Segment Start: Data shown

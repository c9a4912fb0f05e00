// How the window keeps up while a point is dragged (the real MainWindow, offscreen).
//
// BM_DragToMeasures/n: time from one mouse-move event of a drag on the Field to the first
// update of the Measures table and the plan for the new position, applied to the widgets
// and painted: every cheap measure (Measure::cheap()) plus the exact plan when the W2
// measure is registered. n points in A and n in B. Reported: median, p90 and max in ms.
//
// BM_DragStall/n: a drag at 60 mouse moves per second for 3 s; a 1 ms timer on the GUI
// thread records the longest gap between its ticks, i.e. the longest time the event loop
// was blocked (a frozen window). Reported: max and p99 gap in ms, updates drawn.
//
// Run: build with -DBARROW_BUILD_BENCH=ON (and the UI), then
//   QT_QPA_PLATFORM=offscreen ./tests/bench/bench_ui_drag
#include <benchmark/benchmark.h>

#include <QApplication>
#include <QElapsedTimer>
#include <QMouseEvent>
#include <QSettings>
#include <QStandardPaths>
#include <QTimer>
#include <algorithm>
#include <chrono>
#include <qcustomplot.h>

#include "field_panel.h"
#include "field_view.h"
#include "segment_layer.h"
#include "live_evaluator.h"
#include "main_window.h"
#include "measures/registry.h"
#include "scenario/generators.h"

namespace {

using barrow::Session;
using barrow::ui::MainWindow;

Session pair(int n) {
  Session s;
  barrow::ShapeSpec spec;
  spec.shape = "gaussian";
  spec.count = n;
  spec.spread = 0.5;
  spec.seed = 11;
  s.a = barrow::generate(spec, "A");
  spec.shape = "ring";
  spec.center = {1.5, 0.0};
  spec.spread = 0.8;
  spec.noise = 0.05;
  spec.seed = 12;
  s.b = barrow::generate(spec, "B");
  s.sweep.from = -1;
  s.sweep.to = 3;
  s.sweep.reference = 0.0;
  return s;
}

std::unique_ptr<MainWindow> bareWindow() {
  MainWindow::Options o;
  o.screenshot = true;  // no first-run guide, no autosave
  o.quiet = true;
  o.autoSweep = false;
  auto w = std::make_unique<MainWindow>(o);
  w->resize(1400, 900);
  w->show();
  return w;
}

// Up to 10^4 points the window is left to finish everything (the plan included); above, only
// until the quick measures are on screen (the slow ones take minutes at 10^5; a drag abandons
// them).
std::unique_ptr<MainWindow> window(int n) {
  auto w = bareWindow();
  bool quick = false;
  auto c = QObject::connect(w.get(), &MainWindow::liveUpdated, w.get(),
                            [&](const barrow::ui::LiveUpdate& u) { quick = quick || !u.items.empty(); });
  w->setSession(pair(n));
  if (n <= 10000) {
    while (w->busy()) QApplication::processEvents(QEventLoop::AllEvents, 10);
  } else {
    while (!quick) QApplication::processEvents(QEventLoop::AllEvents, 10);
  }
  QObject::disconnect(c);
  QApplication::processEvents();
  return w;
}

void sendMouse(QWidget* target, QEvent::Type type, const QPointF& pos, Qt::MouseButtons buttons) {
  const Qt::MouseButton button = type == QEvent::MouseMove ? Qt::NoButton : Qt::LeftButton;
  QMouseEvent e(type, pos, target->mapToGlobal(pos), button, buttons, Qt::NoModifier);
  QApplication::sendEvent(target, &e);
}

double quantile(std::vector<double> v, double q) {
  if (v.empty()) return 0;
  std::sort(v.begin(), v.end());
  return v[std::min(v.size() - 1, std::size_t(q * double(v.size() - 1) + 0.5))];
}

QPointF pixelOfA0(MainWindow& w) {
  const auto* view = w.field()->view();
  const auto& a = w.session().a;
  return QPointF(view->plot()->xAxis->coordToPixel(a.points(0, 0)), view->plot()->yAxis->coordToPixel(a.points(0, 1)));
}

void BM_DragToMeasures(benchmark::State& state) {
  const int n = int(state.range(0));
  auto w = window(n);
  QWidget* plot = w->field()->view()->plot();
  const QPointF p0 = pixelOfA0(*w);
  sendMouse(plot, QEvent::MouseButtonPress, p0, Qt::LeftButton);
  quint64 waitingFor = 0;
  bool arrived = false;
  std::vector<double> ms, worker;
  QObject::connect(w.get(), &MainWindow::liveUpdated, w.get(), [&](const barrow::ui::LiveUpdate& u) {
    if (u.request < waitingFor || u.items.empty() || arrived) return;
    arrived = true;
    worker.push_back(1e3 * u.secondsSinceSubmit);
  });
  int k = 0;
  for (auto _ : state) {
    ++k;
    const QPointF to = p0 + QPointF(3.0 * (k % 25), 2.0 * (k % 7));
    waitingFor = w->liveRequest() + 1;  // the request this move will cause
    arrived = false;
    const auto t0 = std::chrono::steady_clock::now();
    sendMouse(plot, QEvent::MouseMove, to, Qt::LeftButton);
    while (!arrived) QApplication::processEvents(QEventLoop::WaitForMoreEvents, 5);
    QApplication::processEvents();  // queued replots and paints of the new values
    const double s = std::chrono::duration<double>(std::chrono::steady_clock::now() - t0).count();
    state.SetIterationTime(s);
    ms.push_back(1e3 * s);
  }
  sendMouse(plot, QEvent::MouseButtonRelease, p0, Qt::NoButton);
  while (w->busy()) QApplication::processEvents(QEventLoop::AllEvents, 10);
  state.counters["median_ms"] = quantile(ms, 0.5);
  state.counters["p90_ms"] = quantile(ms, 0.9);
  state.counters["max_ms"] = quantile(ms, 1.0);
  // The worker's share: from the request leaving the GUI thread to the update leaving the
  // worker (the rest is the event loop, the widgets and painting).
  state.counters["worker_median_ms"] = quantile(worker, 0.5);
  int cheap = 0;
  for (const auto* m : barrow::MeasureRegistry::instance().all()) cheap += m->cheap() ? 1 : 0;
  state.counters["cheap_measures"] = cheap;
  state.counters["exact_plan"] = barrow::MeasureRegistry::instance().find("w2") ? 1 : 0;
}

void BM_DragStall(benchmark::State& state) {
  const int n = int(state.range(0));
  auto w = window(n);
  QWidget* plot = w->field()->view()->plot();
  const QPointF p0 = pixelOfA0(*w);
  std::vector<double> gaps, moveMs;  // moveMs: the move event's own handler (synchronous part)
  int updates = 0;
  QObject::connect(w.get(), &MainWindow::liveUpdated, w.get(), [&](const barrow::ui::LiveUpdate& u) {
    if (!u.items.empty()) ++updates;
  });
  for (auto _ : state) {
    gaps.clear();
    moveMs.clear();
    updates = 0;
    sendMouse(plot, QEvent::MouseButtonPress, p0, Qt::LeftButton);
    QElapsedTimer clock;
    clock.start();
    qint64 last = clock.nsecsElapsed();
    QTimer tick;
    tick.setTimerType(Qt::PreciseTimer);
    QObject::connect(&tick, &QTimer::timeout, [&] {
      const qint64 now = clock.nsecsElapsed();
      gaps.push_back(1e-6 * double(now - last));
      last = now;
    });
    int k = 0;
    QTimer mover;
    mover.setTimerType(Qt::PreciseTimer);
    QObject::connect(&mover, &QTimer::timeout, [&] {
      ++k;
      QElapsedTimer handler;
      handler.start();
      sendMouse(plot, QEvent::MouseMove, p0 + QPointF(2.0 * (k % 40), 1.0 * (k % 9)), Qt::LeftButton);
      moveMs.push_back(1e-6 * double(handler.nsecsElapsed()));
    });
    tick.start(1);
    mover.start(16);
    while (clock.elapsed() < 3000) QApplication::processEvents(QEventLoop::WaitForMoreEvents, 5);
    mover.stop();
    tick.stop();
    sendMouse(plot, QEvent::MouseButtonRelease, p0, Qt::NoButton);
    if (n <= 10000)
      while (w->busy()) QApplication::processEvents(QEventLoop::AllEvents, 10);
  }
  state.counters["max_gap_ms"] = quantile(gaps, 1.0);
  state.counters["p99_gap_ms"] = quantile(gaps, 0.99);
  state.counters["updates_drawn"] = updates;
  state.counters["move_handler_max_ms"] = quantile(moveMs, 1.0);
  state.counters["move_handler_median_ms"] = quantile(moveMs, 0.5);
}

// BM_LoadToQuickMeasures/n: from handing the window two new clouds of n points (as Open does
// after reading the files) to the first Measures update painted: the measures forecast to take
// under a quarter of a second on these clouds (the rest stream in afterwards).
void BM_LoadToQuickMeasures(benchmark::State& state) {
  const int n = int(state.range(0));
  const Session s = pair(n);
  std::vector<double> ms, worker;
  int shown = 0;
  for (auto _ : state) {
    auto w = bareWindow();
    QApplication::processEvents();
    bool arrived = false;
    QObject::connect(w.get(), &MainWindow::liveUpdated, w.get(), [&](const barrow::ui::LiveUpdate& u) {
      if (arrived || u.items.empty()) return;
      arrived = true;
      shown = int(u.items.size());
      worker.push_back(1e3 * u.secondsSinceSubmit);
    });
    const auto t0 = std::chrono::steady_clock::now();
    w->setSession(s);
    while (!arrived) QApplication::processEvents(QEventLoop::WaitForMoreEvents, 5);
    QApplication::processEvents();  // the table and the Field painted
    const double sec = std::chrono::duration<double>(std::chrono::steady_clock::now() - t0).count();
    state.SetIterationTime(sec);
    ms.push_back(1e3 * sec);
  }
  state.counters["median_ms"] = quantile(ms, 0.5);
  state.counters["worker_median_ms"] = quantile(worker, 0.5);  // request submitted → update sent
  state.counters["first_update_measures"] = shown;
}

// BM_FieldReplot/n: one full redraw of the Field (both clouds, the exact plan's segments,
// legend, axes) with nothing else running: the GUI thread's share of a drag step.
void BM_FieldReplot(benchmark::State& state) {
  auto w = window(int(state.range(0)));
  QCustomPlot* plot = w->field()->view()->plot();
  for (auto _ : state) plot->replot(QCustomPlot::rpImmediateRefresh);
  state.counters["segments"] = double(w->field()->view()->exactLayer()->segmentCount());
}

BENCHMARK(BM_FieldReplot)->Arg(300)->Arg(2000)->Arg(10000)->Arg(100000)->Unit(benchmark::kMillisecond);
BENCHMARK(BM_LoadToQuickMeasures)->Arg(10000)->Arg(100000)->UseManualTime()->Iterations(3)->Unit(benchmark::kMillisecond);
BENCHMARK(BM_DragToMeasures)->Arg(300)->Arg(2000)->Arg(10000)->UseManualTime()->Iterations(20)->Unit(benchmark::kMillisecond);
BENCHMARK(BM_DragStall)->Arg(300)->Arg(2000)->Arg(10000)->Arg(100000)->Iterations(1)->Unit(benchmark::kMillisecond);

}  // namespace

int main(int argc, char** argv) {
  if (qEnvironmentVariableIsEmpty("QT_QPA_PLATFORM")) qputenv("QT_QPA_PLATFORM", "offscreen");
  QStandardPaths::setTestModeEnabled(true);
  QApplication app(argc, argv);
  QApplication::setOrganizationName("BarrowBench");
  benchmark::Initialize(&argc, argv);
  benchmark::RunSpecifiedBenchmarks();
  benchmark::Shutdown();
  return 0;
}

Segment End: Data shown

• **What you need to do**
Where a line above contains the word "sendMouse", copy that line.

• **Answer to the problem**
void sendMouse(QWidget* target, QEvent::Type type, const QPointF& pos, Qt::MouseButtons buttons) {
  sendMouse(plot, QEvent::MouseButtonPress, p0, Qt::LeftButton);
    sendMouse(plot, QEvent::MouseMove, to, Qt::LeftButton);
  sendMouse(plot, QEvent::MouseButtonRelease, p0, Qt::NoButton);
    sendMouse(plot, QEvent::MouseButtonPress, p0, Qt::LeftButton);
      sendMouse(plot, QEvent::MouseMove, p0 + QPointF(2.0 * (k % 40), 1.0 * (k % 9)), Qt::LeftButton);
    sendMouse(plot, QEvent::MouseButtonRelease, p0, Qt::NoButton);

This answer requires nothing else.